● TASK DIRECTIONS
Look in the material below for the line holding "server token authentication: pages". Set it down exactly, with each later line up to and including the line holding "is 10 MiB);".
►
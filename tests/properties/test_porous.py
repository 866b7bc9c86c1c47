"""Tests of fvsolver.properties.porous."""
from __future__ import annotations

import numpy as np
import pytest

from fvsolver.errors import PropertyError
from fvsolver.properties import porous

# Representative phases: wool-like fibre, water and air near 20 C [W/(m K)] (common practice values).
K_FIBRE, K_WATER, K_AIR = 0.2, 0.6, 0.026


def test_every_model_between_series_and_parallel_bounds(rng):
    n = 5000
    porosity, saturation = rng.uniform(0.0, 1.0, (2, n))
    k_f, k_w, k_a = 10.0 ** rng.uniform(-2.0, 1.0, (3, n))
    lower = porous.effective_conductivity(porosity, saturation, k_f, k_w, k_a, "series")
    upper = porous.effective_conductivity(porosity, saturation, k_f, k_w, k_a, "parallel")
    for model in ("maxwell_eucken", "emt"):
        k = porous.effective_conductivity(porosity, saturation, k_f, k_w, k_a, model)
        assert np.all(k >= lower * (1 - 1e-12)) and np.all(k <= upper * (1 + 1e-12))


@pytest.mark.parametrize("model", porous.CONDUCTIVITY_MODELS)
def test_single_phase_limits(model):
    assert porous.effective_conductivity(0.0, 0.4, K_FIBRE, K_WATER, K_AIR, model) == pytest.approx(K_FIBRE)
    assert porous.effective_conductivity(1.0, 1.0, K_FIBRE, K_WATER, K_AIR, model) == pytest.approx(K_WATER)
    assert porous.effective_conductivity(1.0, 0.0, K_FIBRE, K_WATER, K_AIR, model) == pytest.approx(K_AIR)


def test_maxwell_eucken_hand_evaluation():
    # Wang, Carson, North & Cleland, IJHMT 49 (2006), two-phase ME form with phase 1 continuous:
    # k = k1 (2k1 + k2 - 2(k1 - k2) v2) / (2k1 + k2 + (k1 - k2) v2). Fibre 0.2, water 0.6, v2 = 0.85:
    # k = 0.2 * (0.4 + 0.6 + 0.68) / (0.4 + 0.6 - 0.34) = 0.2 * 1.68 / 0.66 = 0.509090...
    k = porous.effective_conductivity(0.85, 1.0, K_FIBRE, K_WATER, K_AIR, "maxwell_eucken")
    assert k == pytest.approx(0.2 * 1.68 / 0.66, rel=1e-12)


def test_emt_matches_two_phase_closed_form():
    # Wang et al. (2006) two-phase EMT closed form:
    # k = [(3v1 - 1)k1 + (3v2 - 1)k2 + sqrt(((3v1 - 1)k1 + (3v2 - 1)k2)^2 + 8 k1 k2)] / 4.
    for porosity in (0.2, 0.5, 0.85):
        v1, v2 = 1.0 - porosity, porosity
        b = (3 * v1 - 1) * K_FIBRE + (3 * v2 - 1) * K_AIR
        closed = (b + np.sqrt(b**2 + 8 * K_FIBRE * K_AIR)) / 4
        k = porous.effective_conductivity(porosity, 0.0, K_FIBRE, K_WATER, K_AIR, "emt")
        assert k == pytest.approx(closed, rel=1e-12)


def test_felt_conductivity_in_sensible_band():
    # Common practice (from memory): dry wool felt conducts ~0.04-0.05 W/(m K); water-soaked felt
    # approaches but stays below water's 0.6 W/(m K).
    dry = porous.effective_conductivity(0.85, 0.0, K_FIBRE, K_WATER, K_AIR)
    wet = porous.effective_conductivity(0.85, 1.0, K_FIBRE, K_WATER, K_AIR)
    assert 0.03 < dry < 0.07
    assert 0.3 < wet < 0.6
    saturation = np.linspace(0.0, 1.0, 11)
    k = porous.effective_conductivity(0.85, saturation, K_FIBRE, K_WATER, K_AIR)
    assert k.shape == (11,) and np.all(np.diff(k) > 0.0)


def test_volumetric_heat_capacity_rule_of_mixtures():
    rho_c = (1.3e6, 4.18e6, 1.2e3)
    phi, s = np.array([0.0, 0.85, 0.85, 1.0]), np.array([0.5, 0.0, 0.6, 1.0])
    expected = (1 - phi) * rho_c[0] + phi * s * rho_c[1] + phi * (1 - s) * rho_c[2]
    np.testing.assert_allclose(porous.effective_volumetric_heat_capacity(phi, s, *rho_c), expected, rtol=1e-15)
    assert porous.effective_volumetric_heat_capacity(1.0, 1.0, *rho_c) == pytest.approx(rho_c[1])


def test_drying_rate_factor_shape():
    s = np.linspace(0.0, 1.0, 101)
    f = porous.drying_rate_factor(s, 0.4, 0.05)
    assert np.all(f[s >= 0.4] == 1.0)
    assert np.all(f[s <= 0.05] == 0.0)
    middle = (s > 0.05) & (s < 0.4)
    np.testing.assert_allclose(f[middle], (s[middle] - 0.05) / 0.35, rtol=1e-12)
    assert np.all(np.diff(f) >= 0.0)
    assert porous.drying_rate_factor(0.4, 0.4) == 1.0


@pytest.mark.parametrize("call, pattern", [
    (lambda: porous.effective_conductivity(1.2, 0.5, 0.2, 0.6, 0.026), "porosity = 1.2"),
    (lambda: porous.effective_conductivity(0.8, -0.1, 0.2, 0.6, 0.026), "saturation = -0.1"),
    (lambda: porous.effective_conductivity(0.8, 0.5, 0.0, 0.6, 0.026), "k_fibre = 0"),
    (lambda: porous.effective_conductivity(0.8, 0.5, 0.2, 0.6, 0.026, "hashin"), "model = 'hashin'"),
    (lambda: porous.effective_volumetric_heat_capacity(0.8, 0.5, -1.0, 4e6, 1e3), "rho_c_fibre = -1"),
    (lambda: porous.drying_rate_factor(0.5, 0.3, 0.3), "residual_saturation = 0.3"),
])
def test_invalid_inputs_raise(call, pattern):
    with pytest.raises(PropertyError, match=pattern):
        call()
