"""The Voila server that hosts the workbook, with BokehJS served once as a static file.

``python -m studykit.app.server [voila options] NOTEBOOK`` behaves like ``voila`` with these
additions:

* ``/studykit/bokehjs/<bokeh version>/<file>`` serves BokehJS from the installed ``bokeh``
  package (gzip-compressed, cacheable), so pages need neither a CDN nor 1-8 MB of inline
  JavaScript. The workbook kernel finds the address in the ``STUDYKIT_BOKEHJS_URL`` environment
  variable (set here, inherited by every kernel) and writes one ``<script src>`` tag.
* ``/studykit/fontawesome/5/css|webfonts/<file>`` serves the icon font of the widget buttons
  from the installed ``fontawesome-free`` package, and the page's links to a CDN copy are
  rewritten to it (:mod:`studykit.app.local_assets`): no page request leaves the machine.
* ``STUDYKIT_SERVE_TOKEN`` in the environment, when set, becomes ``Voila.token`` (Jupyter
  server token authentication: pages without ``?token=`` are refused). The token never reaches
  a log line or a kernel (:mod:`studykit.app.server_guard`).
* Only the server's own names are answered (``Host``: loopback names, the bound address,
  ``StudykitVoila.allow_hosts``) and only same-origin requests, on every route and the kernel
  websocket: a page of another site cannot drive the workbook, also not by DNS rebinding.
* The page sets the ``_xsrf`` cookie that Voila's close beacon sends back, so the kernel of a
  closed page is shut down; kernels with no page connected are shut down after
  ``StudykitVoila.kernel_idle_minutes`` idle (Jupyter's kernel culler).
* Pages that need a new kernel are started at most ``StudykitVoila.concurrent_page_starts``
  at a time (the others wait their turn), and the executor waits up to
  :data:`IOPUB_TIMEOUT` s for a cell's output, so many pages opened at once all render.
* The kernel websocket accepts messages up to the upload limit plus headroom, so an upload of
  up to :data:`studykit.app.server_guard.MAX_UPLOAD_BYTES` reaches the kernel (tornado's default cap
  is 10 MiB); the page refuses larger files before sending them, with a message.
* SIGINT and SIGTERM stop the server whatever the parent did with them (ignored or blocked),
  and with ``STUDYKIT_PARENT_PID`` set the server stops when that process goes away.
* The kernel pool is refilled once the kernel just handed to a page has run the workbook and
  its page had :data:`REFILL_PAUSE_S` to load (Voila refills 1 s after handing it out, while
  that kernel still imports and builds: the two then share the cores and the page waits
  longer). A page that arrives while the
  pool is empty gets a kernel started for it, as without the pool.
* Kernels use one BLAS thread (``OPENBLAS_NUM_THREADS=1`` and the like, unless set already):
  a kernel serves one page on a machine shared by every page, and on 2 busy cores the
  400-point Gauss-Legendre rule behind the constant d3 (an eigenvalue problem, computed once per
  process) took 1.7-2.5 s with OpenBLAS's threads against 0.03 s with one; the numbers are the
  same bits.
* Kernels start without the debugger back end (``debugpy``, which Voila's pages cannot use):
  ``python -m studykit.app.kernel`` in place of ``-m ipykernel_launcher``
  (:mod:`studykit.app.kernel`), about 16 MB less per kernel.
* The page loads only the front-end extensions the workbook uses, announces their entry
  scripts in its ``<head>``, and announces the extension scripts earlier pages asked for, so
  the browser fetches them at once instead of one round after the other
  (:mod:`studykit.app.page_scripts`).
* The page's scripts are served with V8's compile hint in front (``//#
  allFunctionsCalledOnLoad``), so the browser compiles their functions on a background
  thread rather than on the page's main thread (:mod:`studykit.app.compile_hints`;
  ``StudykitVoila.script_compile_hint``).
* ``rfc3987_syntax`` is not imported: ``jsonschema`` imports it, when installed, only to check
  the "iri" string format (which no schema of the server uses), and it builds a grammar on import
  that took 1-2.8 s of the server's start.
"""

# ruff: noqa: E402 - one statement runs before the third-party imports (see below)
from __future__ import annotations

import asyncio
import contextlib
import os
import signal
import socket
import subprocess
import sys
import time
import urllib.error
import urllib.request
from dataclasses import dataclass

# before anything imports jsonschema (voila, jupyter_server): see the module docstring
sys.modules.setdefault("rfc3987_syntax", None)  # type: ignore[arg-type]

import bokeh
import tornado.ioloop
import tornado.web
from bokeh.util.paths import bokehjs_path
from jupyter_client.kernelspec import KernelSpecManager
from jupyter_server.utils import url_path_join
from traitlets import Bool, Float, Integer, Unicode
from voila.app import Voila
from voila.static_file_handler import MultiStaticFileHandler, TemplateStaticFileHandler
from voila.tornado.handler import TornadoVoilaHandler

from studykit.app.compile_hints import with_hint
from studykit.app.gzip_once import with_gzip_once
from studykit.app.kernel import WorkbookKernelSpecs
from studykit.app.local_assets import (
    FONTAWESOME_ROUTE,
    FontAwesomeHandler,
    fontawesome_dir,
    localise_links,
)
from studykit.app.page_scripts import (
    LABEXTENSIONS_ROUTE,
    WORKBOOK_EXTENSIONS,
    RememberingFileFindHandler,
    ScriptMemory,
    before_head_end,
    entry_scripts,
    preload_tags,
)
from studykit.app.server_guard import (
    MAX_UPLOAD_BYTES,
    HostPolicy,
    inject_into_head,
    install_redaction,
    log_request,
    request_rule,
    restore_stop_signals,
    strip_token,
    upload_guard_script,
)
from studykit.runtime import BLAS_THREAD_VARS, one_blas_thread

ENV_BOKEHJS_URL = "STUDYKIT_BOKEHJS_URL"
ENV_TOKEN = "STUDYKIT_SERVE_TOKEN"  # set by `studykit serve` for non-loopback addresses
ENV_PARENT_PID = "STUDYKIT_PARENT_PID"  # stop when this process goes away
BOKEHJS_FILES = ("bokeh.min.js", "bokeh-widgets.min.js", "bokeh-tables.min.js")
BOKEHJS_ROUTE = f"/studykit/bokehjs/{bokeh.__version__}/"
WEBSOCKET_MAX_MESSAGE = MAX_UPLOAD_BYTES * 2 + 1024 * 1024  # one message carries a whole upload
DEFAULT_KERNEL_IDLE_MINUTES = 10.0
IOPUB_TIMEOUT = 120  # s a cell's output may take after its reply (nbclient's default is 4 s)
REFILL_WAIT_S = 120.0  # the pool is refilled at the latest this long after a kernel was taken
REFILL_PAUSE_S = 4.0  # and this long after that kernel ran the workbook (its page loads meanwhile)
#: kernels use one BLAS/OpenMP thread unless these are set already (module docstring)
KERNEL_THREAD_VARS = BLAS_THREAD_VARS
_SLOTS = "studykit_page_start_slots"
_HEAD_SNIPPET = "studykit_head_snippet"
_SCRIPT_MEMORY = "studykit_script_memory"
#: Voila's handlers of its front end's files (its scripts get the compile hint)
_SCRIPT_HANDLERS = (MultiStaticFileHandler, TemplateStaticFileHandler)
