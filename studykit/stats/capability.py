"""Capability indices with confidence bounds, expected and observed PPM.

The verdict policy (``judge``, ``diagnose``, ``model_band``) lives in
:mod:`studykit.stats.verdict`; its names are re-exported here.

Normal theory: Cp, Cpk, CPU, CPL from the within-subgroup sigma; Pp, Ppk, PPU, PPL and Cpm from
the overall sigma. Non-normal data: the percentile method (ISO 22514-2) from a fitted model, with
the equivalent-PPM (z) method as a second, labelled figure.

Tail convention
---------------
The percentile method uses the quantiles at exactly 0.135 % and 99.865 % (p = 0.00135, as
ISO 22514-2 states them; :data:`TAIL_PROBABILITY`), not Phi(-3) = 0.0013499. For a normal model
the percentile indices therefore differ from the normal-theory ones by the factor
3 / Phi^-1(0.99865) = 1.0000077, far below any reported digit.

Fitted models
-------------
A non-normal model is any object with ``name``, ``parameters`` (dict), ``n``, ``cdf(x)``,
``sf(x)``, ``ppf(q)``, ``rvs(size, *, random_state)`` and ``family.fit(x)`` returning another
such object (the protocol of :mod:`studykit.stats.fit`).

Bootstrap of a large sample
---------------------------
The bounds of a fitted model come from a parametric bootstrap. Its samples are drawn and
refitted in blocks (at most :data:`studykit.stats.solvers.ROW_CELLS` cells at a time), so memory
does not grow with the number of samples times n. Above :data:`BOOTSTRAP_FULL_N` readings
each bootstrap sample has m = BOOTSTRAP_FULL_N readings instead of n, and the spread of its
index around the estimate T_n is scaled to n: T_n + sqrt(m / n) (T*_m - T_n). This is the
rescaled m-out-of-n bootstrap for a statistic that is asymptotically normal at rate sqrt(n)
(the indices are smooth functions of maximum-likelihood estimates): P. J. Bickel, F. Goetze
and W. R. van Zwet, "Resampling fewer than n observations: gains, losses, and remedies for
losses", Statistica Sinica 7 (1997) 1-31; D. N. Politis, J. P. Romano and M. Wolf,
*Subsampling*, Springer 1999, ch. 2. The time and memory of a study then stop growing with n
beyond the sample itself; at 20,000 readings the percentile interval's own bias, of order
1/m, is far below the width of the interval. The bounds' ``method`` field then reads
``rescaled_m_out_of_n_bootstrap_percentile`` instead of ``parametric_bootstrap_percentile``.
◄
● WRITTEN RESPONSE
  server token authentication: pages without ``?token=`` are refused). The token never reaches
  a log line or a kernel (:mod:`studykit.app.server_guard`).
* Only the server's own names are answered (``Host``: loopback names, the bound address,
  ``StudykitVoila.allow_hosts``) and only same-origin requests, on every route and the kernel
  websocket: a page of another site cannot drive the workbook, also not by DNS rebinding.
* The page sets the ``_xsrf`` cookie that Voila's close beacon sends back, so the kernel of a
  closed page is shut down; kernels with no page connected are shut down after
  ``StudykitVoila.kernel_idle_minutes`` idle (Jupyter's kernel culler).
* Pages that need a new kernel are started at most ``StudykitVoila.concurrent_page_starts``
  at a time (the others wait their turn), and the executor waits up to
  :data:`IOPUB_TIMEOUT` s for a cell's output, so many pages opened at once all render.
* The kernel websocket accepts messages up to the upload limit plus headroom, so an upload of
  up to :data:`studykit.app.server_guard.MAX_UPLOAD_BYTES` reaches the kernel (tornado's default cap
  is 10 MiB); the page refuses larger files before sending them, with a message.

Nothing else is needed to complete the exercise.